Marcin Gortat can help the Magic eliminate the rebounding disparity. (Getty Images)  
Marcin Gortat can help the Magic eliminate the rebounding disparity. (Getty Images)  
When the cameras were rolling, Van Gundy took a jab at Alston, who had complained after the Magic's embarrassing 100-75 loss in Game 1 that he struggled with sitting out the second quarter and playing sporadically after that.

"That's up to him," Van Gundy said. "If I'm looking from the outside, that sounds like an excuse to me."

But Van Gundy softened that position considerably afterward, admitting that he stayed with Nelson too long in the second quarter and that it might have affected both point guards.

"I think he should be in shorter stretches," Van Gundy said. "That sort of lends itself to coming off the bench. I just think the 12 minutes at one stretch was too long. I probably ran his tank down to empty and then he wasn't effective in the second half."

So if there's no change coming at point guard -- at least in terms of who starts -- what else is there? Van Gundy has tinkered with his starting shooting guards in the past two series, going with J.J. Redick all the way through the Boston series and then Courtney Lee against Cleveland. But the first quarter, when Lee started and split time with Mickael Pietrus, was Orlando's only competitive quarter of the game with the exception of fourth-quarter garbage time. And watching the video only confirmed Van Gundy's gut feeling from Thursday night: It's harder to zero in on potentially helpful lineup or rotation changes when the effort and intensity weren't there.

That leaves really only one viable change for Game 2 on Van Gundy's menu, one that might just be risky enough to make sense given how dire the Magic's situation would be if they went home down 0-2. That's right, it could be Hammer Time. As in the "Polish Hammer."

Van Gundy agreed with the laymen observers gathered on his doorstep that Marcin Gortat was his most effective player Thursday night. In a shade more than 20 minutes, Gortat scored only four points, but had four blocks and eight rebounds on a night when the Magic were outrebounded 55-41. Van Gundy went to a twin towers look with Dwight Howard and Gortat on the floor at the same time for brief stints, and he wouldn't rule out using more of that to combat the Lakers' size and length in Game 2.

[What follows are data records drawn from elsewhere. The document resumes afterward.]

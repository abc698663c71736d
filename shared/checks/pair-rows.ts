import { contrastRatio } from '#shared/color/luminance.ts'
import { type PairMeasure, ROW_EXEMPT, ROW_MET, ROW_SHORT, ROW_UNDER_FLOOR } from './evaluation.ts'
import { exemptionOf, gatingRatio, isLaidOn, isWide, thresholdOf } from './pair-requirements.ts'
import type { SystemSettings } from './model.ts'
import { type ResolvedToken, STATE_COUNT } from './resolved.ts'
import {
  type MeasuredStack,
  stackRatio,
  translucentOver,
  type Underlay,
  writeMovedRatios,
} from './stack-ratio.ts'
import { LIGHT_PLAIN, LIGHT_TRANSLUCENT } from './token-light.ts'

/** What lies under a pair in a theme; asked for only where it can be seen. */
export type UnderlayOf = (theme: number) => Underlay

/** The columns of a measure while they are filled. */
export type Columns = Pick<PairMeasure, 'srgb' | 'p3' | 'ratio' | 'status' | 'tight'>

const NONE = new Float64Array(0)

/** Makes the columns of a measure in one piece of memory. */
export function createColumns(rows: number, settings: SystemSettings): Columns {
  const hasRatio = settings.p3 && settings.p3Gates
  const doubles = 1 + Number(settings.p3) + Number(hasRatio)
  const memory = new ArrayBuffer(rows * (8 * doubles + 2))
  const column = (at: number) => new Float64Array(memory, at * rows * 8, rows)
  const srgb = column(0)
  return {
    srgb,
    p3: settings.p3 ? column(1) : NONE,
    ratio: hasRatio ? column(2) : srgb,
    status: new Uint8Array(memory, doubles * rows * 8, rows),
    tight: new Uint8Array(memory, doubles * rows * 8 + rows, rows),
  }
}

/** What the rows of a measure are filled from. */
export interface RowSources {
  readonly settings: SystemSettings
  readonly foreground: ResolvedToken
  readonly background: ResolvedToken
  readonly underlayOf: UnderlayOf
}

const levels = { foreground: 0, background: 0 }
const movedRatios = new Float64Array(4)
const movedP3 = new Float64Array(4)

/** Whether the verdict flips when each side moves by one level for each translucent layer seen on it. */
function isTight(
  stack: MeasuredStack,
  aim: { readonly meets: boolean; readonly threshold: number; readonly withP3: boolean },
): boolean {
  const under = translucentOver(stack.background, stack.underlay.translucent)
  const below = stack.isLaidOn ? under : stack.underlay.translucent
  const over = translucentOver(stack.foreground, below)
  if (over === 0 && under === 0) return false
  levels.foreground = over
  levels.background = under
  writeMovedRatios(stack, 'srgb', levels, movedRatios)
  if (aim.withP3) writeMovedRatios(stack, 'p3', levels, movedP3)
  for (let corner = 0; corner < 4; corner++) {
    const srgb = movedRatios[corner]!
    const lower = aim.withP3 ? Math.min(srgb, movedP3[corner]!) : srgb
    if (lower >= aim.threshold !== aim.meets) return true
  }
  return false
}

/** What one row must reach, NaN where nothing can fail; and whether it is exempt. */
interface RowAim {
  readonly threshold: number
  readonly isExempt: boolean
}

function statusOf(meets: boolean, isExempt: boolean): number {
  if (meets) return isExempt ? ROW_EXEMPT : ROW_MET
  return isExempt ? ROW_UNDER_FLOOR : ROW_SHORT
}

/** Fills the row of two colours through which something can be seen. */
function fillStack(
  columns: Columns,
  row: number,
  task: { readonly stack: MeasuredStack; readonly settings: SystemSettings; readonly aim: RowAim },
): void {
  const { stack, settings, aim } = task
  const { threshold, isExempt } = aim
  const srgb = stackRatio(stack, 'srgb')
  const hasP3 = settings.p3 && isWide(stack)
  const p3 = hasP3 ? stackRatio(stack, 'p3') : Number.NaN
  const ratio = gatingRatio(srgb, p3, settings)
  columns.srgb[row] = srgb
  if (settings.p3) columns.p3[row] = p3
  columns.ratio[row] = ratio
  const meets = !(ratio < threshold)
  columns.status[row] = statusOf(meets, isExempt)
  if (Number.isNaN(threshold)) return
  const withP3 = hasP3 && settings.p3Gates
  columns.tight[row] = isTight(stack, { meets, threshold, withP3 }) ? 1 : 0
}

/** By position in the combinations: what a row of a theme must reach. */
function aimsOf(
  { pair, combinations }: Pick<PairMeasure, 'pair' | 'combinations'>,
  required: number,
  settings: SystemSettings,
): RowAim[] {
  return combinations.map((combination) => {
    const exemption = exemptionOf(pair, combination)
    const threshold = thresholdOf(exemption, required, settings) ?? Number.NaN
    return { threshold, isExempt: exemption !== undefined }
  })
}

/**
 * Measures every row of a pair. Two opaque colours hide what lies under them: their ratio comes from luminances
 * read once a colour. Anything else is composited.
 */
export function fillRows(measure: PairMeasure, sources: RowSources): void {
  const { settings, foreground, background } = sources
  const { combinations, themes } = measure
  const over = foreground.light
  const under = background.light
  let aims: RowAim[] = []
  for (let at = 0; at < themes.length; at++) {
    const first = themes[at]! * STATE_COUNT
    const required = measure.required[at]!
    if (at === 0 || required !== measure.required[at - 1])
      aims = aimsOf(measure, required, settings)
    let stack: MeasuredStack | undefined
    for (let place = 0; place < combinations.length; place++) {
      const combination = combinations[place]!
      const bg = first + (combination % STATE_COUNT)
      const fg = first + Math.floor(combination / STATE_COUNT)
      const row = at * combinations.length + place
      const aim = aims[place]!
      const kinds = over.kinds[fg]! | under.kinds[bg]!
      if (kinds >= LIGHT_TRANSLUCENT) {
        const underlay = sources.underlayOf(themes[at]!)
        stack ??= stackOf(measure, sources, underlay)
        stack.foreground = foreground.cells[fg]!.color.rendered
        stack.background = background.cells[bg]!.color.rendered
        fillStack(measure, row, { stack, settings, aim })
        continue
      }
      const srgb = contrastRatio(over.srgb[fg]!, under.srgb[bg]!)
      const isP3 = settings.p3 && kinds !== LIGHT_PLAIN
      const p3 = isP3 ? contrastRatio(over.p3[fg]!, under.p3[bg]!) : Number.NaN
      const ratio = gatingRatio(srgb, p3, settings)
      measure.srgb[row] = srgb
      if (settings.p3) measure.p3[row] = p3
      measure.ratio[row] = ratio
      measure.status[row] = statusOf(!(ratio < aim.threshold), aim.isExempt)
    }
  }
}

/** One object serves all rows of a pair in a theme. */
function stackOf(
  { pair }: PairMeasure,
  { foreground, background }: RowSources,
  underlay: Underlay,
): MeasuredStack {
  return {
    foreground: foreground.cells[0]!.color.rendered,
    background: background.cells[0]!.color.rendered,
    underlay,
    isLaidOn: isLaidOn(pair.use),
  }
}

"We can play bigger, but when you play bigger you can't spread the floor out at all then," Van Gundy said. "It may be something to look at, but I don't know if it helps or hurts from an offensive standpoint. It would certainly help us defensively. But offensively, I don't know if it helps or hurts. You get less shooting on the floor and less of an ability to spread the floor out. ... Even though we're bigger, we bring their big people into the lane even more, so it's sort of a Catch-22."

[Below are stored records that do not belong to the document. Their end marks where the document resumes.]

import type { Advisory, ContrastKind, ModelFault, PairModel } from './model.ts'
import type { ResolvedSystem } from './resolved.ts'

/** What a row says before groups, waivers and comparison: its requirement is met, or there is none. */
export const ROW_MET = 0
/** Under what is required. */
export const ROW_SHORT = 1
/** Nothing is asked of it, by WCAG or by declaration. */
export const ROW_EXEMPT = 2
/** Exempt, and under the system’s own floor for disabled. */
export const ROW_UNDER_FLOOR = 3

/**
 * One pair measured: a row for each of its themes and, within it, each fg/bg state, in columns.
 * Row = position in `themes` × `combinations.length` + position in `combinations`.
 */
export interface PairMeasure {
  readonly pair: PairModel
  readonly kind: ContrastKind
  /** Positions in the system's themes. */
  readonly themes: readonly number[]
  /** Foreground state position × STATE_COUNT + background state position. */
  readonly combinations: readonly number[]
  /** By position in `themes`: what the use, the levels and the pair's minimum ask for. */
  readonly required: readonly number[]
  readonly srgb: Float64Array
  /** NaN where no visible layer asks for P3; empty where the system does not ship it. */
  readonly p3: Float64Array
  /** The ratio that decides: the lower of the two where P3 gates. */
  readonly ratio: Float64Array
  /** ROW_… */
  readonly status: Uint8Array
  /** 1 where one level a translucent layer would flip the verdict. */
  readonly tight: Uint8Array
}

/** Pairs whose findings can share an identity. */
export interface Subject {
  readonly foreground: string
  readonly background: string
  readonly kind: ContrastKind
  /** Positions in `measures`. */
  readonly members: readonly number[]
}

/**
 * Everything measured of a system, before waivers and comparison. Immutable: it can be kept, and shares what did not
 * change with the evaluation that it was re-checked from.
 */
export interface Evaluation {
  readonly resolved: ResolvedSystem
  /** In the order of `model.pairs`. */
  readonly measures: readonly PairMeasure[]
  readonly subjects: readonly Subject[]
  /** By position in `measures`: the position of its subject. */
  readonly subjectOf: readonly number[]
  /**
   * By name of an `anyOf` group, 1 where a member meets its own requirement:
   * (theme position × STATE_COUNT + foreground state) × STATE_COUNT + background state.
   */
  readonly anyOf: ReadonlyMap<string, Uint8Array>
  /** By token position. */
  readonly advisories: readonly (readonly Advisory[])[]
  /** By token id: tokens whose values or rules name it; what all hangs on, ground and ink, is left out. */
  readonly dependents: ReadonlyMap<string, readonly string[]>
  /** By token id: positions in `measures` of the pairs with it as foreground, background or backdrop. */
  readonly pairsOf: ReadonlyMap<string, readonly number[]>
}

/** A model evaluated, or every reason why it cannot be. */
export type Checked =
  | { readonly ok: true; readonly evaluation: Evaluation }
  | { readonly ok: false; readonly faults: readonly ModelFault[] }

Short of shaking up his rotation and playing a bigger lineup, what else can Van Gundy and his coaching staff concoct to prevent this series from getting out of hand? Everything has to be geared toward Howard, who wound up with only six field-goal attempts in Game 1.

It was widely expected that the Lakers would show Howard a steady diet of single coverage in an effort to keep Orlando's 3-point shooters from hurting them. They didn't quite do that -- they did something even better. They double teamed him from different spots on the floor -- sometimes with the other big man sealing off the baseline, sometimes with Alston's man sagging to the paint, and sometimes with the man who was guarding the cutter.

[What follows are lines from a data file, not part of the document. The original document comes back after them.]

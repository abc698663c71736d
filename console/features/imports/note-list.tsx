import { useState } from 'react'
import { WordButton } from '#console/ui/button.tsx'
import { startSentence } from '#console/lib/format.ts'
import { countOf } from '#shared/checks/finding-words.ts'
import type { ImportNoteWire, ImportWire } from '#shared/contracts/import-outcome.ts'

const KINDS = [
  ['converted', 'converted from an older spelling'],
  ['overridden', 'derived before, set by hand from now on'],
  ['left-out', 'left out'],
] as const

const FIRST_SHOWN = 6
const MOST_LINES = 400

/** What of a file was read otherwise than it stands there. */
export function NoteLists({ outcome: { notes, more } }: { outcome: ImportWire }) {
  return (
    <>
      {KINDS.map(([kind, words]) => (
        <NoteList key={kind} words={words} notes={notes.filter((note) => note.kind === kind)} />
      ))}
      {more?.notes !== undefined && (
        <p className="mt-8 text-ink-soft">
          And {more.notes.toLocaleString('en-GB')} more of these.
        </p>
      )}
    </>
  )
}

function NoteList({ words, notes }: { words: string; notes: readonly ImportNoteWire[] }) {
  const [isWhole, setWhole] = useState(false)
  if (notes.length === 0) return null
  const shown = notes.slice(0, isWhole ? MOST_LINES : FIRST_SHOWN)
  return (
    <section className="mt-18">
      <h3 className="border-b border-ink pb-6 text-13 font-semibold">
        {startSentence(countOf(notes.length, words, words))}
      </h3>
      <ul>
        {shown.map((note) => (
          <li
            key={`${placeOf(note)} ${note.detail}`}
            className="grid gap-x-16 border-b border-feint py-6 wide:grid-cols-[minmax(0,2fr)_minmax(0,3fr)]"
          >
            <span className="font-medium break-all">{placeOf(note)}</span>
            <span className="break-words text-ink-soft">{note.detail}</span>
          </li>
        ))}
      </ul>
      {!isWhole && shown.length < notes.length && (
        <WordButton className="mt-10" onClick={() => setWhole(true)}>
          {notes.length > MOST_LINES ? `The first ${MOST_LINES}` : 'All'} of {notes.length} lines
        </WordButton>
      )}
    </section>
  )
}

const placeOf = ({ pointer, line }: ImportNoteWire): string =>
  line === undefined ? pointer || 'the whole' : `line ${line}`
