import type {
  DistinctSet,
  PairModel,
  PrefixRules,
  StateRules,
  SystemModel,
  SystemSettings,
  ThemeModel,
  TokenModel,
} from './model.ts'

/** Items to put (replaced in place, new ones last) and ids to remove. */
export interface ItemEdits<Item> {
  readonly put?: readonly Item[]
  readonly remove?: readonly string[]
}

/** A set of edits to a system. Members other than tokens, pairs and distinct sets are given whole. */
export interface SystemEdits {
  readonly tokens?: ItemEdits<TokenModel>
  readonly pairs?: ItemEdits<PairModel>
  readonly themes?: readonly ThemeModel[]
  readonly prefixes?: readonly PrefixRules[]
  readonly states?: StateRules
  readonly settings?: SystemSettings
  readonly distinctSets?: ItemEdits<DistinctSet>
  /** `null` leaves none. */
  readonly remainder?: string | null
}

/** Items replaced in their places; undefined where one is new, or none can be found by position. */
function replaceItems<Item extends { readonly id: string }>(
  items: readonly Item[],
  put: readonly Item[],
  positions: ReadonlyMap<string, number> | undefined,
): Item[] | undefined {
  if (positions === undefined || !put.every(({ id }) => positions.has(id))) return undefined
  const result = [...items]
  for (const item of put) result[positions.get(item.id)!] = item
  return result
}

/** An item that is both removed and put is put. */
function applyItemEdits<Item extends { readonly id: string }>(
  items: readonly Item[],
  edits: ItemEdits<Item> | undefined,
  positions?: ReadonlyMap<string, number>,
): readonly Item[] {
  if (!edits?.put?.length && !edits?.remove?.length) return items
  const replaced = edits.remove?.length ? undefined : replaceItems(items, edits.put!, positions)
  if (replaced !== undefined) return replaced
  const put = new Map((edits.put ?? []).map((item) => [item.id, item]))
  const removed = new Set(edits.remove)
  const result: Item[] = []
  for (const item of items) {
    const replacement = put.get(item.id)
    if (replacement !== undefined) result.push(replacement)
    else if (!removed.has(item.id)) result.push(item)
    put.delete(item.id)
  }
  result.push(...put.values())
  return result
}

/**
 * The model as the edits leave it; the one given is untouched, and parts that did not change are shared.
 * @param positions of the model's tokens by id, where they are known: what is replaced is then not looked for
 */
export function applyEdits(
  model: SystemModel,
  edits: SystemEdits,
  positions?: ReadonlyMap<string, number>,
): SystemModel {
  const distinctSets = applyItemEdits(model.distinctSets ?? [], edits.distinctSets)
  const remainder = edits.remainder === undefined ? model.remainder : (edits.remainder ?? undefined)
  return {
    settings: edits.settings ?? model.settings,
    states: edits.states ?? model.states,
    prefixes: edits.prefixes ?? model.prefixes,
    themes: edits.themes ?? model.themes,
    tokens: applyItemEdits(model.tokens, edits.tokens, positions),
    pairs: applyItemEdits(model.pairs, edits.pairs),
    ...(distinctSets.length > 0 ? { distinctSets } : {}),
    ...(remainder === undefined ? {} : { remainder }),
  }
}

These were all looks that Howard hadn't seen consistently in the past two series, and it showed. On top of that, the Lakers varied the timing of the double teams -- doubling on the catch, on the dribble, or not at all. Occasionally, the Lakers even put 6-foot-10 forward Lamar Odom on Howard, which turned either Pau Gasol or Andrew Bynum into the help defender and pulled Howard away from the basket on the defensive end.

"They're going to make it tough to get Dwight rolling," Van Gundy said. "We got him the ball a lot [Thursday] night, but they're always coming with another guy. ... We are looking at some subtle adjustments to try to get our spacing maybe a little bit better for him."

As Van Gundy's therapy session was wrapping up outside the Magic locker room, the search for answers was only beginning.